On the conclusion of our prayer, bread and wine and water are brought forward. The president offers prayers and gives thanks to the best of his ability, and the people give assent by saying, “Amen.” The eucharist is distributed, everyone present communicates, and the deacons take it to those who are absent.  

The wealthy, if they wish, may make a contribution, and they themselves decide the amount. The collection is placed in the custody of the president, who uses it to help the orphans and widows and all who for any reason are in distress, whether because they are sick, in prison, or away from home. In a word, he takes care of all who are in need.  

We hold our common assembly on Sunday because it is the first day of the week, the day on which God put darkness and chaos to flight and created the world, and because on that same day our saviour Jesus Christ rose from the dead. For he was crucified on Friday and on Sunday he appeared to his apostles and disciples and taught them the things that we have passed on for your consideration.

St. Justin Martyr, First Apology

Sound familiar? The writings of the apostles and prophets are read (the Liturgy of the Word); the presider speaks to us, urging us to follow their example of virtue (the Homily); then everyone prays (the Universal Prayer, or General Intercessions), bread and wine are brought forth (Offertory Rite), the prayers of thanksgiving are said over them (Eucharistic Prayer), after which it becomes “the flesh and blood of the incarnate Jesus.” Then we all say, “Amen” and the Eucharist is distributed.
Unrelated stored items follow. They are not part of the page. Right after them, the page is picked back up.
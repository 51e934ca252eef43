/** How often each value of one observable occurred at the grid time nearest to the one asked for. */
import { gridTimes } from '@/domain/jobs/result-outputs.ts';
import { accept, refuse, type Result } from '@/domain/refusals.ts';
import type { Actor } from '@/domain/teams/actor.ts';
import type { Distribution } from '@/engine/ensemble.ts';
import { distributionOf } from '@/engine/statistics/distribution-of.ts';
import { openResults } from './open-results.ts';

export async function readDistribution(options: {
  actor: Actor;
  team: string;
  job: string;
  observable: string;
  time: number;
  point: number;
}): Promise<Result<Distribution & { replicates: number; observable: string; time: number }>> {
  const opened = await openResults(options);
  if (!opened.ok) return opened;
  const { summary, job } = opened.value;
  const { observable, time } = options;
  if (!summary.observables.includes(observable))
    return refuse('invalid_input', `This job has no observable “${observable}”.`, {
      errors: [
        { path: 'query.observable', code: 'unknown_observable', message: `One of: ${summary.observables.join(', ')}.` },
      ],
    });
  const { horizon, gridIntervals } = job.inputs;
  if (time > horizon)
    return refuse('invalid_input', `The job ends at ${horizon}.`, {
      errors: [{ path: 'query.time', code: 'too_large', message: `At most ${horizon}.` }],
    });
  const gridPoint = Math.round((time / horizon) * gridIntervals);
  return accept({
    replicates: summary.replicates,
    observable,
    time: gridTimes(horizon, gridIntervals)[gridPoint]!,
    ...distributionOf(summary, observable, gridPoint),
  });
}
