"""The three tables of sheet *Proof*: depots, customers, rate rows.

Every line has a check: 0 is in order, 1 says that the line could improve the plan, 2 that it is outside
its limits. What a line's cost less prices means for its quantity is said in `engine.network.proof`.
"""

from collections.abc import Iterator, Sequence
from decimal import Decimal

import numpy as np

from engine.exact import canonical, to_decimal
from engine.figures import ANY_SINGLE_DEPOT
from engine.money import round_half_up
from engine.network.problem import UNLIMITED
from engine.planning.gone import cost_of, left, superseded
from engine.planning.model import NO_RATE, Model
from engine.planning.plan import Plan
from engine.report.figures_sheets import HOLD
from engine.report.lines import quantity_format
from engine.report.look import Style, number_format
from engine.report.proof_figures import ProofFigures, check_codes, forced, kept, kept_of_must, left_over
from engine.report.proof_layout import Layout, on_customers, on_depots, on_gone, on_rates, on_rules
from engine.report.sheet import Formula, Row, Value

MISSING, STAYS = "(goods that are missing)", "(goods that stay)"

DEPOT_HEADINGS = (
    "No.", "Depot", "Could send", "Sent", "Unsent", "Of it, must move", "Left over", "Price",
    "Charge if kept", "Charge less price", "Should move", "Check", "Gone", "Still to send", "Forced",
    "Before cost", "Before cost, kept",
)  # fmt: skip
GONE_HEADINGS = (
    "No.", "Depot", "Customer", "Haulier", "Send", "Paid per unit", *[None] * 6, "Exact cost", "Payable",
    None, None, "Depot no.", "Customer no.",
)  # fmt: skip
CUSTOMER_HEADINGS = (
    "No.", "Customer", "Whole order", "Received", "Short", None, "Left over", "Price",
    "Charge, short", "Charge less price", "Fixed share", "Check", "Gone", "Still to bring", "Forced",
    "Before cost", "Before cost, short",
)  # fmt: skip
RATE_HEADINGS = (
    "Rate row", "Depot", "Customer", "Haulier", "Send", "Rate with surcharge", "Depot price",
    "Customer price", "Rate less prices", "Limit below", "Limit above", "Check", "Exact cost",
    "Payable", "Forced", "Before cost", "Depot no.",
)  # fmt: skip


def depot_rows(plan: Plan, figures: ProofFigures, layout: Layout) -> Iterator[Row]:
    """What each depot sends and keeps, its price, and whether keeping less or more would pay."""
    model, q = plan.model, layout.places.quantity
    yield from _head("Depots", DEPOT_HEADINGS)
    styles = _styles(plan, layout, "n_qqqqqmmmqcqqtnn")
    unsent, must, over = kept(plan), kept_of_must(plan), left_over(plan, figures)[0]
    held, codes, gone = forced(model, figures), check_codes(plan, figures), left(plan.week)
    stays = layout.customers[1] + 1
    for i, name in enumerate(model.depots):
        r = layout.depots[0] + i
        rows = [int(row) for row in (model.stay_rows[i], model.must_row[i]) if row != NO_RATE]
        supply = int(model.problem.supply[i])
        should = int(model.stated_limits[1][rows[1]]) if len(rows) > 1 else 0
        free_aims, must_aims = f"(P{r}+$P${stays})", f"(Q{r}-P{r}-$P${stays})"
        free, bound = f"IF({free_aims}<>0,-{free_aims},J{r})", f"IF({must_aims}<>0,{must_aims},J{r})"
        check = (
            f"IF({free}>0,IF(ROUND(E{r}-F{r},{q})>0,1,0),IF({free}<0,IF(ROUND(E{r}-F{r}-N{r}+K{r},{q})<0,1,0),0))"
            f"+IF(K{r}>0,IF({bound}>0,IF(F{r}>0,1,0),IF({bound}<0,IF(ROUND(F{r}-K{r},{q})<0,1,0),0)),0)"
        )
        worth = f"IF({free}<0,J{r}*(N{r}-K{r}),0)+IF(K{r}>0,IF({bound}<0,J{r}*K{r},0),0)"
        values: list[Value] = [
            i + 1,
            name,
            _link(layout, f"N({on_depots('available', i)})", float(plan.week.depots[name].available)),
            _sent(layout, r, _quantity(model, supply - int(unsent[i]) - int(over[i]))),
            _quantity(model, int(unsent[i])),
            _quantity(model, int(must[i])),
            Formula(f"ROUND(N{r}-D{r}-E{r},{q})", _quantity(model, int(over[i]))),
            _money(model, int(figures.depot.money[i])),
            _link(layout, f"N({on_depots('charge_if_unsent', i)})", _money(model, int(model.money[rows[0]]))),
            Formula(
                f"ROUND(I{r}-H{r}-$H${stays},{layout.places.money})",
                _money(model, int(figures.money[rows[0]])),
            ),
            _link(layout, f"MAX(0,N({on_depots('must_move', i)})-M{r})", _quantity(model, should)),
            Formula(check, sum(int(codes[row]) for row in rows)),
            _has_gone(layout, "Q", r, gone.depot.get(name, Decimal(0))),
            Formula(f"MAX(0,C{r}-M{r})", _quantity(model, supply)),
            Formula(worth, _cost(model, sum(int(held[row]) * int(figures.money[row]) for row in rows))),
            int(figures.depot.aims[i]),
            figures.must_aim,
        ]
        yield Row(values, styles)
    yield _missing_row(plan, figures, layout, styles)
    yield Row([])


def _missing_row(plan: Plan, figures: ProofFigures, layout: Layout, styles: Sequence[Style]) -> Row:
    """The stand-in depot: where what is missing comes from."""
    model = plan.model
    r, stays = layout.depots[1] + 1, layout.customers[1] + 1
    ordered, short = int(model.problem.supply[-1]), sum(plan.flow.quantity[model.short_rows].tolist())
    aims = f"(P{r}+$P${stays})"
    joined = f"IF({aims}<>0,-{aims},-H{r}-H{stays})"
    values: list[Value] = [
        None,
        MISSING,
        _sum(layout.range("N", layout.customers), _quantity(model, ordered)),
        _sum(layout.range("E", layout.customers), _quantity(model, short)),
        *[None] * 3,
        _money(model, int(figures.depot.money[-1])),
        *[None] * 3,
        Formula(
            f"IF({joined}>0,IF(C{r}-D{r}>0,1,0),IF({joined}<0,1,0))",
            int(check_codes(plan, figures)[model.joining_row]),
        ),
        None,
        Formula(f"C{r}", _quantity(model, ordered)),
        None,
        int(figures.depot.aims[-1]),
    ]
    return Row(values, [style._replace(kind="quiet") for style in styles])


def customer_rows(plan: Plan, figures: ProofFigures, layout: Layout) -> Iterator[Row]:
    """What each customer gets and goes short of, its price, and whether more or less short would pay."""
    model, q = plan.model, layout.places.quantity
    yield from _head("Customers", CUSTOMER_HEADINGS)
    styles = _styles(plan, layout, "n_qqq_qmmmqcqqtnn")
    missing, over = layout.depots[1] + 1, left_over(plan, figures)[1]
    held, codes, gone = forced(model, figures), check_codes(plan, figures), left(plan.week)
    of_listed = model.problem.customer[layout.listed]
    firsts = np.searchsorted(of_listed, np.arange(len(model.customers) + 1))
    order_row = 0
    for j, (name, customer) in enumerate(plan.week.customers.items()):
        r, row = layout.customers[0] + j, int(model.short_rows[j])
        first, last = layout.rates[0] + int(firsts[j]), layout.rates[0] + int(firsts[j + 1]) - 1
        orders = max(1, len(customer.orders))
        ordered, short = int(model.problem.demand[j]), int(plan.flow.quantity[row])
        own, week = on_customers("charge_if_short", order_row), on_rules("charge_if_short")
        first_order, last_order = (on_customers("ordered", at) for at in (order_row, order_row + orders - 1))
        aims = f"(Q{r}-P{r}-$P${missing})"
        sign = f"IF({aims}<>0,{aims},J{r})"
        received = _quantity(model, ordered - short - int(over[j]))
        least, most = _limits(model, row)
        share = _quantity(model, short) if least or most is not None else None
        free = f"IF({sign}>0,IF(E{r}>0,1,0),IF({sign}<0,1,0))"
        values: list[Value] = [
            j + 1,
            name,
            _link(layout, f"SUM({first_order}:{last_order.split('!')[1]})", float(customer.ordered)),
            Formula(f"SUM(E{first}:E{last})", received) if last >= first else 0,
            _quantity(model, short),
            None,
            Formula(f"ROUND(N{r}-D{r}-E{r},{q})", _quantity(model, int(over[j]))),
            _money(model, int(figures.customer.money[j])),
            _link(layout, f'IF({own}="",N({week}),{own})', _money(model, int(model.money[row]))),
            Formula(
                f"ROUND(I{r}-H{r}-$H${missing},{layout.places.money})", _money(model, int(figures.money[row]))
            ),
            share,
            Formula(free if share is None else f"IF(ROUND(E{r}-K{r},{q})=0,0,2)", int(codes[row])),
            _has_gone(layout, "R", r, gone.customer.get(name, Decimal(0))),
            Formula(f"MAX(0,C{r}-M{r})", _quantity(model, ordered)),
            None
            if share is None
            else Formula(f"J{r}*K{r}", _cost(model, int(held[row]) * int(figures.money[row]))),
            int(figures.customer.aims[j]),
            int(figures.short_aim[j]),
        ]
        yield Row(values, styles)
        order_row += orders
    yield _stays_row(plan, figures, layout, styles)
    yield Row([])
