def test_a_forger_who_knows_how_is_caught_by_the_seal(lived_in: sa.Engine, campaign: Campaign) -> None:
    many = campaign(3, 60)
    for tried, hand in enumerate(altering(lived_in, random.Random(11))):
        if tried == many:
            break
        seal = history.last_seal(hand.connection)
        way = (lambda h: cut(h, 12), last_event_forged, made_anew)[tried % 3]
        way(hand)
        if tried < 3:
            assert told(hand) == []  # nothing but a seal kept elsewhere can tell
        (fault,) = told(hand, seal)
        assert fault.startswith(("the seal is of event", f"event {seal.split('-')[0]} is not the one"))


def test_a_second_version_of_the_schema_is_named(lived_in: sa.Engine) -> None:
    for hand in altering(lived_in, random.Random(0)):
        hand.run(sa.insert(VERSION).values(version_num="00029"))
        assert told(hand) == ["the schema 00029 in alembic_version is not the program's"]
        break


def test_a_seal_from_before_holds_as_the_record_grows(staffed: Lab) -> None:
    seal = staffed.seal()
    staffed.approve("QB-2", ["1H"], "reviewed")
    assert staffed.verify(seal).faults == []
    assert staffed.verify(f"  {seal}\n").faults == []
    other = seal.replace("a", "b") if "a" in seal else seal.replace("1", "2")
    assert staffed.verify(other).faults
    for nonsense in ("7", "x-" + "0" * 64, "7-" + "0" * 63, "7-" + "G" * 64):
        with pytest.raises(Usage, match="is not a seal"):
            staffed.verify(nonsense)


# -- through the door ----------------------------------------------------------------------------------------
It’s the Mass, just like we know it! They even took up a collection!

This is something important for us all to realize — whenever we attend the Mass today, we are taking part in something that Christians have been celebrating since the very beginning, going all the way back to St. Justin Martyr, all the way back to the Apostles who celebrated the “breaking of the bread” with the first community of Christians, and all the way back to the ritual meal celebrated by Jesus himself that first Easter day with two disciples on the road to Emmaus.

It’s an interesting fact that the village of Emmaus has been lost to history. There are several possible contenders that have been put forward by archaeologists, and maybe one day we’ll know its location for certain. But for now it’s a mystery. And that’s fine, really, because for us, Emmaus is wherever the Mass is celebrated, no matter where in the world we may be. It’s where we can still today recognize Jesus among us in the breaking of the bread.